Vitamin B12 exits in several forms, and contains the mineral cobalt. Methylcobalamin and 5-deoxyadenosylcobalamin are the active forms that play an active role in human metabolism. It is a water-soluble vitamin, and is present in foods like fish, shellfish, meat, poultry, eggs, milk, and milk products. Foods are often fortified with vitamin B12 such as breakfast cereals, energy bars, and soy products. Fungi, plants, or animals and humans are not capable of producing vitamin B12. Only bacteria and archea have the ability and enzymes for its synthesis.

Cobalamin plays an important role in the synthesis of DNA. It also keeps the nerve cells and red blood cells healthy.

Recently, it was found that vitamin B12 used with vitamin B6 and folic acid reduces the risk of heart disease and age related macular degeneration in women. Low levels of vitamin B12 can cause weakness, memory loss, fatigue, and problems with the nervous system.

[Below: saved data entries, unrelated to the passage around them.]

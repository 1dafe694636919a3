// A port's power against a plant in closed form: what flows into or out of the converter, and what ideal
// meters of a bench show of it.
#include <catch2/catch.hpp>
#include <cmath>
#include <numbers>
#include <vector>

#include "analysis/efficiency/port.h"
#include "analysis/estimate/coverage.h"

using namespace loadstair;
using efficiency::Port;
using efficiency::PortReading;
using efficiency::Resistance;
using estimate::Estimate;

namespace {

/// A single-phase inverter on a source of E behind R: it draws I + sqrt 2 I_r sin(2 pi 100 Hz t), so that
/// v = E - R i and the power into it is (E - R I) I - R I_r^2.
struct InverterInput {
  double source_v = 400;
  double source_ohm = 2;
  double mean_a = 0;
  double ripple = 0.30;  ///< RMS over mean

  [[nodiscard]] double ripple_a() const { return ripple * mean_a; }
  [[nodiscard]] double mean_v() const { return source_v - source_ohm * mean_a; }
  [[nodiscard]] double power_w() const { return mean_v() * mean_a - source_ohm * ripple_a() * ripple_a(); }
  /// mean of (v - V)(i - I) as a capture of ten cycles finds it, 200 samples a cycle.
  [[nodiscard]] double captured_ripple_w() const {
    const int samples = 2000;
    std::vector<double> v;
    std::vector<double> i;
    for (int k = 0; k < samples; ++k) {
      const double angle = 2 * std::numbers::pi * 100.0 * k / 20'000.0;
      i.push_back(mean_a + std::numbers::sqrt2 * ripple_a() * std::sin(angle));
      v.push_back(source_v - source_ohm * i.back());
    }
    double product = 0;
    double of_v = 0;
    double of_i = 0;
    for (std::size_t k = 0; k < v.size(); ++k) {
      product += v[k] * i[k] / samples;
      of_v += v[k] / samples;
      of_i += i[k] / samples;
    }
    return product - of_v * of_i;
  }
};

Port input_port() {
  Port port;
  port.name = "input";
  port.sensing = efficiency::Sensing::at_terminals;
  return port;
}

PortReading ideal(double voltage_v, double current_a) {
  PortReading reading;
  reading.voltage = Estimate{voltage_v};
  reading.current = Estimate{current_a};
  return reading;
}

double power_of(const Port& port, const PortReading& reading) {
  const auto found = efficiency::port_power(port, reading);
  REQUIRE(found.active_power);
  return found.active_power->value();
}

}  // namespace

TEST_CASE("an inverter's input with 30 % ripple behind 2 ohm: the capture gives its power") {
  for (const double mean_a : {0.3, 1.6, 4.0}) {
    InverterInput plant;
    plant.mean_a = mean_a;
    PortReading reading = ideal(plant.mean_v(), plant.mean_a);
    const double means_only = power_of(input_port(), reading);
    // The product of the means alone is too much by R I_r^2.
    CHECK(means_only - plant.power_w() == Approx(2 * 0.09 * mean_a * mean_a).epsilon(1e-9));
    reading.ripple_power = Estimate{plant.captured_ripple_w()};
    CHECK(power_of(input_port(), reading) == Approx(plant.power_w()).margin(0.02));
    CHECK(power_of(input_port(), reading) == Approx(plant.power_w()).epsilon(1e-10));
  }
}

TEST_CASE("without a capture the inverter's input power lies inside the bound, ripple or none") {
  for (const double ripple : {0.0, 0.1, 0.2, 0.30}) {
    InverterInput plant;
    plant.mean_a = 1.6;
    plant.ripple = ripple;
    PortReading reading = ideal(plant.mean_v(), plant.mean_a);
    // Declared as 30 %, whatever it is: the power lies between none and all of the bound below V I.
    reading.ripple_power =
        *efficiency::ripple_bound(input_port(), 0.30 * plant.mean_a, plant.source_ohm, "1");
    const auto found = efficiency::port_power(input_port(), reading);
    REQUIRE(found.active_power);
    const double bound = plant.source_ohm * 0.09 * 1.6 * 1.6;
    CHECK(std::abs(found.active_power->value() - plant.power_w()) <= bound / 2 * (1 + 1e-9));
    const auto interval = estimate::coverage(*found.active_power);
    CHECK(interval.low <= plant.power_w());
    CHECK(interval.high >= plant.power_w());
    CHECK(interval.expanded < bound);
  }
}

TEST_CASE("a voltmeter of 1.5 kilohm across a 40 W output is corrected to 0.05 W") {
  struct Output {
    double voltage_v;
    efficiency::Current current;
  };
  for (const Output& output : {Output{12, efficiency::Current::dc}, Output{48, efficiency::Current::dc},
                               Output{110, efficiency::Current::ac}}) {
    // The converter feeds a resistor that takes 40 W less what goes through the voltmeter at its terminals.
    const double through_meter_w = output.voltage_v * output.voltage_v / 1500;
    const double load_a = (40 - through_meter_w) / output.voltage_v;
    Port port = input_port();
    port.name = "output";
    port.role = efficiency::Role::output;
    port.current = output.current;
    PortReading reading = ideal(output.voltage_v, load_a);
    if (output.current == efficiency::Current::ac) reading.power_factor = Estimate{1};
    CHECK(40 - power_of(port, reading) == Approx(through_meter_w).epsilon(1e-9));
    // Declared to 0.5 %, which is what it may be off by.
    port.voltmeter_impedance = Resistance{"V2: burden", 1500 * 1.005, 0.005};
    CHECK(power_of(port, reading) == Approx(40).margin(0.05));
    port.voltmeter_impedance->ohm = 1500;
    CHECK(power_of(port, reading) == Approx(40).epsilon(1e-12));
    // Without a declared tolerance the correction is as good as 30 % of itself.
    port.voltmeter_impedance->tolerance.reset();
    const auto found = efficiency::port_power(port, reading);
    REQUIRE(found.active_power);
    CHECK(found.active_power->standard_uncertainty() ==
          Approx(0.3 / std::sqrt(3.0) * through_meter_w).epsilon(1e-9));
  }
}
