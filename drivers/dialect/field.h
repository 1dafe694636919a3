// dialect: from the bytes of a reply or a line to values, units and quality. SCPI and text lines.
// Not for asking (instrument) nor for what a value means on the bench (daemon/evaluation).
#pragma once

#include <string>
#include <string_view>
#include <vector>

#include "analysis/base/outcome.h"

namespace loadstair::dialect {

enum class Quality {
  good,
  overload,      ///< the instrument said so, in its own words or by a special number
  invalid,       ///< no number could be read
  not_a_number,  ///< the instrument said that it has none (9.91E37)
  unit_changed,  ///< a number, but in another unit than the one expected
};

/// One number as the instrument said it.
struct Field {
  Quality quality = Quality::invalid;
  double value = 0.0;  ///< in the base unit of what was said ("12 mV" is 0.012); 0 where there is no number
  std::string unit;    ///< base unit that was said or, where none was, expected
  std::string why;     ///< for a person, where the quality is not good

  bool operator==(const Field&) const = default;
};

/// How an instrument writes what is not a number.
struct NumberRules {
  std::vector<std::string> overload_words;  ///< "OL", "----"; a sign before them and their case do not count
  double overload_at = 9.9e37;              ///< magnitudes from here on are no numbers
};

/// Not a number (SCPI-1999 volume 1, 7.2.1.5); plus and minus infinity are 9.9E37 and -9.9E37.
inline constexpr double kScpiNotANumber = 9.91e37;

/// Reads one number, with or without a unit behind it ("+3.85E+02", "385 V", "12.1mV", "#HA2F", "OL").
/// text           blanks around it are skipped; the whole of it is consumed or the field is invalid.
/// expected_unit  as the profile declares it; its prefix applies to a bare number ("mV": 12 is 0.012 V).
/// Empty: a
///                number without unit, taken as it is.
/// Forms: NR1, NR2, NR3 and what tolerant readers accept besides (IEEE 488.2-1992, 8.7.2 to 8.7.4: lower-case
/// e, exponent without sign, no digits on one side of the point); #H, #Q, #B (8.7.5 to 8.7.7).
[[nodiscard]] Field read_field(std::string_view text, std::string_view expected_unit,
                               const NumberRules& rules);

/// What can be told from the look of a number. A meter that prints a fixed form and suddenly another one was
/// cut short, or has changed its range.
struct NumberShape {
  bool point = false;
  int decimals = 0;
  int exponent_digits = 0;  ///< 0: no exponent

  auto operator<=>(const NumberShape&) const = default;
};

/// The shape of the number that `text` begins with (blanks and sign skipped).
[[nodiscard]] NumberShape shape_of(std::string_view text);

}  // namespace loadstair::dialect
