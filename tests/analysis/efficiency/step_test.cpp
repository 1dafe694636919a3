#include "analysis/efficiency/step.h"

#include <catch2/catch.hpp>
#include <cmath>
#include <vector>

#include "analysis/efficiency/curve.h"
#include "analysis/estimate/coverage.h"
#include "analysis/estimate/meter.h"
#include "tests/analysis/random_source.h"

using namespace loadstair;
using efficiency::Port;
using efficiency::PortReading;
using efficiency::Role;
using estimate::Estimate;

namespace {

Port dc_port(std::string name, Role role) {
  Port out;
  out.name = std::move(name);
  out.role = role;
  out.sensing = efficiency::Sensing::at_terminals;
  return out;
}

PortReading exactly(double volt, double amp) {
  PortReading out;
  out.voltage = Estimate{volt};
  out.current = Estimate{amp};
  return out;
}

}  // namespace

TEST_CASE("any number of ports is summed, auxiliaries as declared") {
  efficiency::StepInput step;
  step.label = "half load";
  step.ports = {dc_port("battery", Role::input), dc_port("panel", Role::input),
                dc_port("fan supply", Role::auxiliary_input), dc_port("rail 1", Role::output),
                dc_port("rail 2", Role::output)};
  step.readings = {exactly(48, 2), exactly(40, 1), exactly(12, 0.5), exactly(12, 5), exactly(5, 10)};
  const auto counted = efficiency::step_result(step);
  REQUIRE(counted.efficiency);
  CHECK(counted.input_power->value() == 142);
  CHECK(counted.output_power->value() == 110);
  CHECK(counted.loss->value() == 32);
  CHECK(counted.efficiency->value() == Approx(110.0 / 142).epsilon(1e-15));
  CHECK(counted.remarks == std::vector<std::string>{"auxiliary fan supply: 6.000 W, counted"});
  step.ports[2].counted = false;
  const auto bare = efficiency::step_result(step);
  CHECK(bare.input_power->value() == 136);
  CHECK(bare.remarks == std::vector<std::string>{"auxiliary fan supply: 6.000 W, not counted"});
  CHECK(bare.state == "measured");
  // An auxiliary that is not counted does not spoil the step when its meter is gone.
  step.readings[2].current = estimate::Quoted{base::Refusal{"fan current", "silent"}};
  const auto gone = efficiency::step_result(step);
  CHECK(gone.efficiency);
  CHECK(gone.state == "measured");
}

TEST_CASE("four meters of 0.5 % give about one point, one pair moved between ports far less") {
  // Four meters at 0.5 % each give about one point; closed form: 1.96 * 0.965 * sqrt 4 * 0.5
  // %/sqrt 3.
  const auto meter = [](const char* name, const char* function) {
    return estimate::MeterRange{{name, function, "range"}, 0, 0, estimate::AccuracySpec{0.5, 0, 0}};
  };
  const auto reading = [](double value, const estimate::MeterRange& range, const char* level) {
    return estimate::with_meter_error(value, range, {"run", level});
  };
  efficiency::StepInput step;
  step.label = "full load";
  step.ports = {dc_port("input", Role::input), dc_port("output", Role::output)};
  step.readings.resize(2);
  step.readings[0].voltage = reading(385, meter("V1", "dc voltage"), "1 in");
  step.readings[0].current = reading(1.6, meter("A1", "dc current"), "1 in");
  step.readings[1].voltage = reading(48, meter("V2", "dc voltage"), "1 out");
  step.readings[1].current = reading(0.965 * 385 * 1.6 / 48, meter("A2", "dc current"), "1 out");
  const auto four = efficiency::step_result(step);
  REQUIRE(four.efficiency);
  const double u = 0.005 / std::sqrt(3);
  CHECK(four.efficiency->standard_uncertainty() == Approx(0.965 * 2 * u).epsilon(1e-12));
  CHECK(estimate::coverage(*four.efficiency).expanded == Approx(0.0109).epsilon(0.01));

  step.readings[1].voltage = reading(48, meter("V1", "dc voltage"), "1 out");
  step.readings[1].current = reading(0.965 * 385 * 1.6 / 48, meter("A1", "dc current"), "1 out");
  const auto pair = efficiency::step_result(step);
  REQUIRE(pair.efficiency);
  CHECK(pair.efficiency->standard_uncertainty() == Approx(0.965 * u * std::sqrt(4 * 0.1)).epsilon(1e-12));
  CHECK(pair.output_power->standard_uncertainty() ==
        Approx(four.output_power->standard_uncertainty()).epsilon(1e-12));
}

TEST_CASE("a step without a power says why, and never quotes a number") {
  efficiency::StepInput step;
  step.label = "10 %";
  step.ports = {dc_port("input", Role::input), dc_port("output", Role::output)};
  step.ports[1].current = efficiency::Current::ac;
  step.readings = {exactly(385, 0.2), exactly(230, 0.3)};
  const auto apparent = efficiency::step_result(step);
  CHECK(apparent.state == "apparent power only");
  CHECK_FALSE(apparent.efficiency);
  CHECK(apparent.efficiency.refusal().place == "output");
  CHECK(apparent.input_power);
  step.readings[0].voltage =
      estimate::Quoted{base::Refusal{"input voltage", "no good reading in the window"}};
  const auto missing = efficiency::step_result(step);
  CHECK(missing.state == "missing channel input voltage: no good reading in the window");
  CHECK_FALSE(missing.input_power);
  CHECK_FALSE(missing.loss);

  step.ports[1].current = efficiency::Current::dc;
  step.readings[0] = exactly(385, -0.2);
  const auto reversed = efficiency::step_result(step);
  REQUIRE_FALSE(reversed.efficiency);
  CHECK(reversed.efficiency.refusal().reason == "the input power is not above zero: -77.00 W");
  CHECK(reversed.loss);
  step.ports.pop_back();
  step.readings.pop_back();
  CHECK(efficiency::step_result(step).output_power.refusal().reason == "no output port is declared");
}

TEST_CASE("an interval that passes 100 % is shown, not clipped, with a remark") {
  efficiency::StepInput step;
  step.label = "light load";
  step.ports = {dc_port("input", Role::input), dc_port("output", Role::output)};
  step.readings = {exactly(10, 1), exactly(9.95, 1)};
  step.readings[0].current =
      Estimate{1, estimate::make_type_b("A1", "A1", estimate::Distribution::normal), 0.01};
  const auto found = efficiency::step_result(step);
  REQUIRE(found.efficiency);
  CHECK(estimate::coverage(*found.efficiency).high > 1);
  REQUIRE(found.remarks.size() == 1);
  CHECK(found.remarks[0] ==
        "the interval of the efficiency passes 100 %: the meters do not resolve the loss");
}

TEST_CASE("a load that drifts moves the powers and leaves the efficiency alone") {
  std::vector<double> t;
  std::vector<double> in;
  std::vector<double> out;
  for (int i = 0; i < 100; ++i) {
    t.push_back(0.2 * i);
    in.push_back(400 + 0.5 * t.back());
    out.push_back(0.96 * in.back());
  }
  const std::vector<efficiency::PortSeries> ports{{Role::input, true, in}, {Role::output, true, out}};
  const auto noise = efficiency::step_noise(t, ports, {"run", "step"});
  REQUIRE(noise);
  const double drift = 0.5 * 19.8 / std::sqrt(12);
  CHECK(noise->input_power.standard_uncertainty() == Approx(drift).epsilon(1e-6));
  CHECK(noise->output_power.standard_uncertainty() == Approx(0.96 * drift).epsilon(1e-6));
  CHECK(noise->loss.standard_uncertainty() == Approx(0.04 * drift).epsilon(1e-6));
  CHECK(noise->efficiency.standard_uncertainty() == Approx(0).margin(1e-12));
  CHECK(noise->input_power.value() == 0);
  CHECK(noise->count == 100);
  CHECK_FALSE(noise->too_short);
}

TEST_CASE("the noise of an efficiency is that of its own series, whatever the load does") {
  // The load wanders slowly and alike at both ports; each meter adds white noise. 500 windows: the share that
  // holds scatters by 1 % at 95 %; false alarm below 1e-3 for the band, 2 % wider below for N_eff being
  // estimated.
  const auto seed = tests::seed_of_tests();
  INFO("LOADSTAIR_SEED=" << seed);
  tests::RandomSource random{seed};
  int held = 0;
  const int windows = 500;
  for (int k = 0; k < windows; ++k) {
    std::vector<double> t;
    std::vector<double> in;
    std::vector<double> out;
    double wander = 0;
    for (int i = 0; i < 300; ++i) {
      wander = 0.97 * wander + 0.5 * random.normal();
      t.push_back(0.1 * i);
      in.push_back(400 + wander + 0.2 * random.normal());
      out.push_back(0.96 * (400 + wander) + 0.2 * random.normal());
    }
    const std::vector<efficiency::PortSeries> ports{{Role::input, true, in}, {Role::output, true, out}};
    const auto noise = efficiency::step_noise(t, ports, {"run", "step"});
    REQUIRE(noise);
    double sum_in = 0;
    double sum_out = 0;
    for (int i = 0; i < 300; ++i)
      sum_in += in[static_cast<std::size_t>(i)], sum_out += out[static_cast<std::size_t>(i)];
    if (std::abs(sum_out / sum_in - 0.96) <= estimate::coverage(noise->efficiency).expanded) ++held;
    // The loss wanders little too; the powers far more than white noise would let them.
    REQUIRE(noise->input_power.standard_uncertainty() > 5 * 400 * noise->efficiency.standard_uncertainty());
  }
  INFO("held " << held);
  CHECK(held >= 455);
  CHECK(held <= 492);
}

TEST_CASE("noise refuses ports of other instants and survives an input that crosses zero") {
  const std::vector<double> t{0, 1, 2, 3, 4};
  const std::vector<double> power{0, 1, 2, 1, 0};
  const std::vector<double> shorter{1, 2};
  const std::vector<efficiency::PortSeries> uneven{{Role::input, true, power}, {Role::output, true, shorter}};
  CHECK_FALSE(efficiency::step_noise(t, uneven, {"run", "step"}));
  const std::vector<efficiency::PortSeries> idle{{Role::input, true, power}};
  const auto noise = efficiency::step_noise(t, idle, {"run", "step"});
  REQUIRE(noise);
  CHECK(noise->too_short);
  CHECK(noise->efficiency.standard_uncertainty() == 0);
  const std::vector<double> nothing{0, 0, 0, 0, 0};
  const std::vector<efficiency::PortSeries> off{{Role::input, true, nothing}};
  const auto dark = efficiency::step_noise(t, off, {"run", "step"});
  REQUIRE(dark);
  CHECK(dark->efficiency.terms().empty());
}

TEST_CASE("bursts that bring the input down to nothing count in the efficiency as in the input") {
  // The output is constant, so the efficiency is known as badly as the mean input: u(eta)/eta = u(P_in)/P_in
  // (chain rule). On for 6 of 10 readings, at random.
  tests::RandomSource random{1};
  std::vector<double> t, in;
  for (int i = 0; i < 200; ++i) {
    t.push_back(0.5 * i);
    in.push_back(random.uniform() < 0.6 ? 10.0 / 0.6 : 0.0);
  }
  const std::vector<double> out(t.size(), 9.0);
  const std::vector<efficiency::PortSeries> ports{{Role::input, true, in}, {Role::output, true, out}};
  const auto noise = efficiency::step_noise(t, ports, {"run", "step"});
  REQUIRE(noise);
  double mean = 0;
  for (const double power : in) mean += power / static_cast<double>(in.size());
  const double relative = noise->input_power.standard_uncertainty() / mean;
  REQUIRE(relative > 0.01);
  CHECK(noise->efficiency.standard_uncertainty() / (9.0 / mean) == Approx(relative).epsilon(1e-9));
}

TEST_CASE("power factor is that of the one AC output") {
  efficiency::StepInput step;
  step.label = "step";
  step.ports = {dc_port("input", Role::input), dc_port("output", Role::output)};
  step.ports[1].current = efficiency::Current::ac;
  step.readings = {exactly(385, 1.2), exactly(230, 2)};
  step.readings[1].power = Estimate{437};
  const auto found = efficiency::step_result(step);
  REQUIRE(found.power_factor);
  CHECK(found.power_factor->value() == Approx(0.95).epsilon(1e-14));
  CHECK(found.ports[1].method == "wattmeter");
  const std::vector<efficiency::StepResult> steps{found};
  const auto points = efficiency::curve(steps);
  REQUIRE(points.size() == 1);
  CHECK(points[0].efficiency.value() == Approx(437.0 / 462).epsilon(1e-14));
}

Vitamin B12 levels are typically accessed via serum or plasma levels. Values below 12-180 picomol/L (170-250 pg/mL) indicate a deficiency in adults. Recommended dietary allowance (RDA) is at 2.4 mcg/day for 14 years of age and above. No upper limit has been set due to the fact that at higher doses cobalamin has not been found to be dangerous in any study.

Vitamin B12 has been looked upon as a treatment for diseases like Alzheimer’s, breast cancer, heart disease, high cholesterol, sickle cell disease, and fatigue. The results have been inconclusive as of yet.